Cyberspace itself changes the nature of gaming. Forrester Research estimates gaming will become a mass market, generating US$26-billion in revenue by 2005. Stuart W. Ross, chief executive of Poptronik, notes, "It's about alternate realities. On the Net, games are no longer events confined by time and location, but persistent experiences that run continuously and are always available to the players."
Until now, much of Net's content was available for free. Many wonder if the Web will ever prove a profitable concern. The Canadian Film Centre's new media section, h@bitat, trains artists as they explore new technologies for storytelling. "The Web will start making money once companies start charging for premium services and content," says Ana Serrano, the film centre's director . "The Web does not lend itself to a one-size-fits-all business model. Successful companies in this new media sector ... will use the right combination of existing business models -- subscription, advertising, pay per use -- used in the right context."

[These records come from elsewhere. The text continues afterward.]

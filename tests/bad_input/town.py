"""A tiny invented Millbrook district as a GeoPackage and config, built in code for bad-input tests.

:class:`Town` holds the layers as rows (dicts with a ``geometry``) and the config as a TOML table;
a case mutates either, then :meth:`Town.write` puts ``town.gpkg`` and ``town.toml`` in a folder.
Coordinates are metres in EPSG:32616 (UTM 16N), local offsets added to ``X0, Y0``.

The district (ground about 850 ft, source grade 1000 ft, so about 65 psi)::

    S1 -- M1 -- J2 -- M2 (valve V1) -- J3 -- M7 (valve V2) -- J6 -- M8 -- J7   (zone HILL)
                 |                      |
                 M3                     M4
                 |                      |
                 J4 ------- M5 ------- J5 -- M6 -- T1 (tank)
"""

from __future__ import annotations

import copy
from dataclasses import dataclass, field
from pathlib import Path

import geopandas as gpd
import tomli_w
from shapely.geometry import LineString, Point

CRS = "EPSG:32616"
X0, Y0 = 500000.0, 4600000.0


def L(*xy) -> LineString:
    return LineString([(X0 + x, Y0 + y) for x, y in xy])


def P(x, y) -> Point:
    return Point(X0 + x, Y0 + y)


def _mains():
    rows = [("M1", [(0, 0), (200, 0)], 12.0), ("M2", [(200, 0), (400, 0)], 8.0),
            ("M3", [(200, 0), (200, 200)], 8.0), ("M4", [(400, 0), (400, 200)], 8.0),
            ("M5", [(200, 200), (400, 200)], 8.0), ("M6", [(400, 200), (600, 200)], 12.0),
            ("M7", [(400, 0), (600, 0)], 8.0), ("M8", [(600, 0), (600, -200)], 6.0)]
    return [{"MAIN_ID": i, "DIAM_IN": d, "MATL": "DI", "STATUS": "ACT", "YEAR": 1990,
             "ZONE": "HILL" if i == "M8" else "LOW", "geometry": L(*xy)} for i, xy, d in rows]


def _nodes():
    pts = {"S1": (0, 0), "J2": (200, 0), "J3": (400, 0), "J4": (200, 200), "J5": (400, 200),
           "T1": (600, 200), "J6": (600, 0), "J7": (600, -200)}
    elev = {"S1": 840.0, "J2": 850.0, "J3": 855.0, "J4": 845.0, "J5": 852.0, "T1": 900.0,
            "J6": 860.0, "J7": 870.0}
    return [{"NODE_ID": k, "ELEV_FT": elev[k], "geometry": P(*xy)} for k, xy in pts.items()]


def _layers() -> dict:
    return {
        "mains": _mains(),
        "junctions": _nodes(),
        "sources": [{"SRC_ID": "S1", "HGL_FT": 1000.0, "geometry": P(0, 0)}],
        "tanks": [{"TANK_ID": "T1", "BASE_FT": 960.0, "LEVEL_FT": 25.0, "geometry": P(600, 200)}],
        "valves": [{"VALVE_ID": "V1", "VTYPE": "GATE", "POS": "NO", "SET_PSI": None,
                    "geometry": P(300, 0)},
                   {"VALVE_ID": "V2", "VTYPE": "GATE", "POS": "NO", "SET_PSI": None,
                    "geometry": P(500, 0)}],
        "hydrants": [{"HYD_ID": "H1", "geometry": P(100, 5)}],
        "meters": [{"METER_NO": f"MT{i}", "GPD": 400.0, "CLASS": "SFR", "geometry": P(x, y)}
                   for i, (x, y) in enumerate([(100, 10), (300, 10), (210, 100), (300, 210),
                                               (500, 10), (610, -100)], start=1)],
    }


def _config() -> dict:
    return {
        "run": {"name": "bad-input corpus", "units": "US", "output": "out/result.gpkg",
                "snap_tolerance": "0.5 m"},
        "inputs": {"gis": "town.gpkg"},
        "layers": {
            "pipes": {"input": "gis", "layer": "mains", "id": "MAIN_ID",
                      "fields": {"diameter": "DIAM_IN", "material": "MATL", "status": "STATUS",
                                 "install_year": "YEAR", "zone": "ZONE"},
                      "units": {"diameter": "in"},
                      "codes": {"status": {"ACT": "open", "ABD": "abandoned"},
                                "material": {"DI": "ductile_iron"}}},
            "nodes": {"input": "gis", "layer": "junctions", "id": "NODE_ID",
                      "fields": {"elevation": "ELEV_FT"}, "units": {"elevation": "ft"}},
            "sources": {"input": "gis", "layer": "sources", "id": "SRC_ID",
                        "fields": {"head": "HGL_FT"}, "units": {"head": "ft"}},
            "tanks": {"input": "gis", "layer": "tanks", "id": "TANK_ID",
                      "fields": {"bottom_elevation": "BASE_FT", "level": "LEVEL_FT"},
                      "units": {"bottom_elevation": "ft", "level": "ft"}},
            "valves": {"input": "gis", "layer": "valves", "id": "VALVE_ID",
                       "fields": {"type": "VTYPE", "status": "POS", "setting": "SET_PSI"},
                       "units": {"setting": "psi"},
                       "codes": {"type": {"GATE": "isolation", "PRV": "prv"},
                                 "status": {"NO": "open", "NC": "closed"}}},
            "hydrants": {"input": "gis", "layer": "hydrants", "id": "HYD_ID"},
            "meters": {"input": "gis", "layer": "meters", "id": "METER_NO",
                       "fields": {"consumption": "GPD", "category": "CLASS"}},
        },
        "elevation": {"source": "attribute", "unit": "ft"},
        "demand": {"method": "meters", "consumption_unit": "gal/day",
                   "search_distance": "50 m"},
        "fireflow": {"enabled": False},
        "report": {"enabled": False},
    }


@dataclass
class Town:
    """Layers (name -> rows) and config table of the tiny district; mutate, then :meth:`write`."""

    layers: dict = field(default_factory=_layers)
    config: dict = field(default_factory=_config)
    crs: dict = field(default_factory=dict)  # layer name -> CRS (default :data:`CRS`)
    config_text: str | None = None  # written verbatim instead of ``config`` when set

    def rows(self, layer: str, fid: str | None = None) -> list | dict:
        """The rows of a layer, or the row whose id (first field) is ``fid``."""
        rows = self.layers[layer]
        if fid is None:
            return rows
        return next(r for r in rows if next(iter(r.values())) == fid)

    def copy(self) -> Town:
        return copy.deepcopy(self)

    def write(self, folder: Path) -> tuple[Path, Path]:
        """Write ``town.gpkg``, ``town.toml`` and an empty ``out/`` in ``folder``.

        Returns the paths of the GeoPackage and the config."""
        (folder / "out").mkdir(parents=True, exist_ok=True)
        gpkg = folder / "town.gpkg"
        for name, rows in self.layers.items():
            write_layer(gpkg, name, rows, self.crs.get(name, CRS))
        cfg = folder / "town.toml"
        if self.config_text is not None:
            cfg.write_text(self.config_text, encoding="utf-8")
        else:
            cfg.write_bytes(tomli_w.dumps(self.config).encode("utf-8"))
        return gpkg, cfg


def write_layer(gpkg: Path, name: str, rows: list, crs=CRS, **kw) -> None:
    """One layer from rows of dicts with a ``geometry`` (``crs=None``: no CRS)."""
    import pyogrio

    gdf = gpd.GeoDataFrame(rows, geometry="geometry", crs=crs)
    pyogrio.write_dataframe(gdf, gpkg, layer=name, driver="GPKG", **kw)
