import { JOINT_KINDS } from '@roundbook/domain';
import { greatCircle, poleOf, project } from '@roundbook/geomath';
import type { Net, Plane } from '@roundbook/geomath';
import { daylightsOn, surfacesOf } from './daylight';
import { PRINT_HIGH_CONTRAST_PALETTE, PRINT_PALETTE } from './palette';
import { sceneToSvg } from './scene-svg';
import type { SceneNode, StereonetScene } from './stereonet-scene';
import {
  buildStereonetScene,
  lineNotations,
  nearestLine,
  nearestPole,
  poleNotations,
  setOrder,
} from './stereonet-scene';
import { KIND_STYLES, SET_SHAPES, shapePath } from './symbols';

const numbers = (d: string): number[] => (d.match(/-?\d+(\.\d+)?/g) ?? []).map(Number);

function find(nodes: SceneNode[], role: string): SceneNode | undefined {
  for (const x of nodes) {
    if (x.role === role) return x;
    if (x.type === 'group') {
      const inner = find(x.children, role);
      if (inner) return inner;
    }
  }
  return undefined;
}

function pathOf(scene: StereonetScene, role: string): string {
  const x = find(scene.nodes, role);
  if (!x || x.type !== 'path') throw new Error(`no path ${role}`);
  return x.d;
}

/** Points of an M/L polyline. */
const points = (d: string): Array<[number, number]> => {
  const v = numbers(d);
  const out: Array<[number, number]> = [];
  for (let i = 0; i + 1 < v.length; i += 2) out.push([v[i], v[i + 1]]);
  return out;
};
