function CorrectForm({ projectId, review }: { projectId: string; review: RoundReview }) {
  const styles = useStyles();
  const action = useReviewAction(projectId, review.roundId);
  const [reason, setReason] = useState('');
  const failure = errorOf(action.error);
  return (
    <form
      className={styles.form}
      aria-label="Correct the confirmed round"
      onSubmit={(e) => {
        e.preventDefault();
        action.mutate({ kind: 'correct', body: { version: review.version, reason } });
      }}
    >
      <Field
        label="Reason for a correction"
        hint="A correction opens a new revision as a draft; it is reviewed again. This confirmation stays readable."
        validationMessage={failure?.fields.reason ?? failure?.message}
      >
        <Textarea resize="vertical" value={reason} onChange={(_, d) => setReason(d.value)} />
      </Field>
      <Button
        className={styles.button}
        type="submit"
        size="large"
        disabled={action.isPending || reason.trim() === ''}
      >
        Open a correction
      </Button>
    </form>
  );
}

function Decision({
  decision,
  timeZone,
  classes,
}: {
  decision: ReviewDecision;
  timeZone: string;
  classes: SupportClassOption[];
}) {
  const styles = useStyles();
  const recommended = classes.find((c) => c.id === decision.recommendedClassId);
  return (
    <dl className={styles.facts} data-testid="confirmation">
      <dt className={styles.term}>Class to build</dt>
      <dd className={styles.detail}>{decision.classCode ?? '—'}</dd>
      <dt className={styles.term}>Next round length</dt>
      <dd className={styles.detail}>{decision.roundLength === null ? '—' : `${decision.roundLength} m`}</dd>
      {decision.classId !== decision.recommendedClassId ? (
        <>
          <dt className={styles.term}>Recommended</dt>
          <dd
            className={styles.detail}
          >{`${recommended?.code ?? 'none'} (the geologist's recommendation)`}</dd>
        </>
      ) : null}
      {decision.reason ? (
        <>
          <dt className={styles.term}>Reason</dt>
          <dd className={styles.detail}>{decision.reason}</dd>
        </>
      ) : null}
      {decision.comments ? (
        <>
          <dt className={styles.term}>Comments</dt>
          <dd className={styles.detail}>{decision.comments}</dd>
        </>
      ) : null}
      <dt className={styles.term}>Signed</dt>
      <dd className={styles.detail}>
        {`${decision.signedByName} (${decision.signedRole}), ${when(decision.signedAt, timeZone)}`}
      </dd>
    </dl>
  );
}

function OpenComments({ projectId, review }: { projectId: string; review: RoundReview }) {
  const styles = useStyles();
  const action = useReviewAction(projectId, review.roundId);
  // At the next review the engineer reads the last return's comments, resolved and open; the geologist
  // (and anyone else) reads the open ones to work through.
  const atReview = review.status === 'submitted' && review.returnComments.length > 0;
  const list = atReview ? review.returnComments : review.openComments;
  if (list.length === 0) return null;
  return (
    <section aria-label="Return comments">
      <Subtitle2 as="h3">
        {atReview ? 'Comments of the last return' : 'Return comments to work through'}
      </Subtitle2>
      <ul className={styles.list}>
        {list.map((c) => (
          <li key={c.id} className={styles.comment} data-testid="return-comment">
            <Text weight="semibold">{sectionLabels[c.section]}</Text>
            <Text>{c.text}</Text>
            <Text className={styles.muted}>{`— ${c.authorName}, revision ${c.revision}`}</Text>
            {c.resolvedAt !== null ? (
              <Text weight="semibold">{`Resolved${c.resolvedByName ? ` by ${c.resolvedByName}` : ''}`}</Text>
            ) : atReview ? (
              <Text weight="semibold">Still open</Text>
            ) : null}
            {c.resolvedAt === null && review.canResolve ? (
              <Button
                className={styles.button}
                icon={<CheckmarkCircleRegular />}
                disabled={action.isPending}
                onClick={() => action.mutate({ kind: 'resolve', commentId: c.id })}
              >
                Resolve
              </Button>
            ) : null}
          </li>
        ))}
      </ul>
      <Text className={styles.muted}>
        Each comment is also shown at the top of the section it concerns, and stays open until it is marked
        resolved.
      </Text>
    </section>
  );
}

/** Review: the engineer confirms or returns a submitted round; everyone sees the outcome and the comments. */
export function ReviewPanel({ projectId, roundId, supportClasses, timeZone }: ReviewPanelProps) {
  const styles = useStyles();
  const { data: review, isPending, error } = useRoundReview(projectId, roundId);
  const [mode, setMode] = useState<'confirm' | 'return'>('confirm');
  if (isPending) return <Spinner label="Reading the review…" />;
  if (error)
    return (
      <MessageBar intent="error" layout="multiline">
        <MessageBarBody>{`The review could not be read: ${error.message}`}</MessageBarBody>
      </MessageBar>
    );
  const decides = review.canConfirm.allowed || review.canReturn.allowed;
  // An engineer who may return but not confirm (separation of duties): no Confirm tab, and why not.
  const returnOnly = !review.canConfirm.allowed && review.canReturn.allowed;
  const shown = returnOnly ? 'return' : mode;
  return (
    <Card className={styles.root} aria-label="Review" data-testid="review-panel">
      <Subtitle1 as="h2">Review</Subtitle1>
      <ReviewCaution text={review.caution} />
      <SubmittedSketch projectId={projectId} roundId={roundId} />
      {review.sincePrevious ? <SincePreviousRound since={review.sincePrevious} /> : null}
      {review.confirmation ? (
        <section aria-label="Confirmation">
          <Subtitle2 as="h3">{`Confirmed (revision ${review.confirmation.revision})`}</Subtitle2>
          <Decision decision={review.confirmation} timeZone={timeZone} classes={supportClasses} />
        </section>
      ) : null}
      <OpenComments projectId={projectId} review={review} />
      {review.status === 'submitted' && !decides ? (
        <Text>
          {review.canConfirm.reason.startsWith('Only an engineer')
            ? 'Waiting for an engineer of the project to confirm or return it.'
            : review.canConfirm.reason}
        </Text>
      ) : null}
      {returnOnly ? (
        <MessageBar intent="info" layout="multiline" data-testid="no-confirm-reason">
          <MessageBarBody>
            <MessageBarTitle>Why Confirm is not offered to you</MessageBarTitle>
            {review.canConfirm.reason}
          </MessageBarBody>
        </MessageBar>
      ) : null}
      {decides ? (
        <>
          <TabList
            selectedValue={shown}
            onTabSelect={(_, d) => setMode(d.value as 'confirm' | 'return')}
            size="large"
          >
            {returnOnly ? null : (
              <Tab className={styles.tab} value="confirm">
                Confirm
              </Tab>
            )}
            <Tab className={styles.tab} value="return">
              Return with comments
            </Tab>
          </TabList>
          {shown === 'confirm' ? (
            review.canConfirm.allowed ? (
              <ConfirmForm projectId={projectId} review={review} classes={supportClasses} />
            ) : (
              <MessageBar intent="warning" layout="multiline">
                <MessageBarBody>{review.canConfirm.reason}</MessageBarBody>
              </MessageBar>
            )
          ) : (
            <ReturnForm projectId={projectId} review={review} />
          )}
        </>
      ) : null}
      <TriggerPlan
        projectId={projectId}
        roundId={roundId}
        rules={review.rules}
        accepted={review.acceptedRules}
        lapsed={review.lapsedAcceptances}
        canWithdraw={review.canAcceptConditions}
        when={(iso) => when(iso, timeZone)}
      />
      {review.canCorrect.allowed ? <CorrectForm projectId={projectId} review={review} /> : null}
      {review.decisions.length > 0 ? (
        <RevisionCompare projectId={projectId} roundId={roundId} when={(iso) => when(iso, timeZone)} />
      ) : null}
      {review.decisions.length > 0 ? (
        <section aria-label="Review history">
          <Subtitle2 as="h3">History</Subtitle2>
          <ul className={styles.list}>
            {review.decisions.map((d) => (
              <li key={d.id}>
                <Text>
                  {`Revision ${d.revision}: ${d.decision === 'confirm' ? `confirmed ${d.classCode ?? ''}` : d.decision === 'return' ? 'returned' : 'corrected'} by ${d.signedByName}, ${when(d.signedAt, timeZone)}${d.reason ? ` — ${d.reason}` : ''}`}
                </Text>
              </li>
            ))}
          </ul>
        </section>
      ) : null}
    </Card>
  );
}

The Net is changing the way entertainment is distributed. For example, Napster provided free downloading and exchange of musical content and showed clearly the ready market for this form of distribution (although the music industry sought to block this).
In Canada, market researcher Ipsos-Reid says 44% of those over age 18 have downloaded music. Individual artists have exploited this browsing audience on the Net. For instance, in Seattle, musician/composer Gregory Marshall profiles and distributes his music worldwide via his personal Web site. (www.gregorymarshall.com)
In the 1950s and 1960s, TV shows such as I Love Lucy, international news programs and old Hollywood movies attracted millions of viewers. This massive audience made television a dominant medium for entertainment and advertising, and opened up a new avenue for the consumer society. Similarly, the Web is beginning to spawn industries barely imagined.